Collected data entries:
━━━━━━━━━━━━━━━━
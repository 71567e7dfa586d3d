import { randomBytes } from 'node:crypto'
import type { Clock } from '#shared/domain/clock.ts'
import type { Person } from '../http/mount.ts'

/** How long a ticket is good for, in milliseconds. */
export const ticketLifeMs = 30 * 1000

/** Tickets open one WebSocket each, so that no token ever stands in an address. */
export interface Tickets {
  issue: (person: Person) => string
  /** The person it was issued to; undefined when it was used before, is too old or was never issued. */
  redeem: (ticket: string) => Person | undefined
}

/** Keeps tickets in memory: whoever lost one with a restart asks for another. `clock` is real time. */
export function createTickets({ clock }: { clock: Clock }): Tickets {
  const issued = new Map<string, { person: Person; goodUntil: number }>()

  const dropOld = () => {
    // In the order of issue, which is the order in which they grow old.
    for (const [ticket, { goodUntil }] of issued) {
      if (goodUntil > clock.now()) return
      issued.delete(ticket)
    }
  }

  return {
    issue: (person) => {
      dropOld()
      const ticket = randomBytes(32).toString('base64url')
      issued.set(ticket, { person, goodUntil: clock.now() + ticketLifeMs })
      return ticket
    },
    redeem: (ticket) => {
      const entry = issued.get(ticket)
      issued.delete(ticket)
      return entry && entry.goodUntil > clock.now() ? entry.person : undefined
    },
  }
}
━━━━━━━━━━━━━━━━
* [WORK INSTRUCTION] Lines in the data that hold "issued" must be located and copied.

* [ANSWER TO THIS EXERCISE]
  /** The person it was issued to; undefined when it was used before, is too old or was never issued. */
  const issued = new Map<string, { person: Person; goodUntil: number }>()
    for (const [ticket, { goodUntil }] of issued) {
      issued.delete(ticket)
      issued.set(ticket, { person, goodUntil: clock.now() + ticketLifeMs })
      const entry = issued.get(ticket)
      issued.delete(ticket)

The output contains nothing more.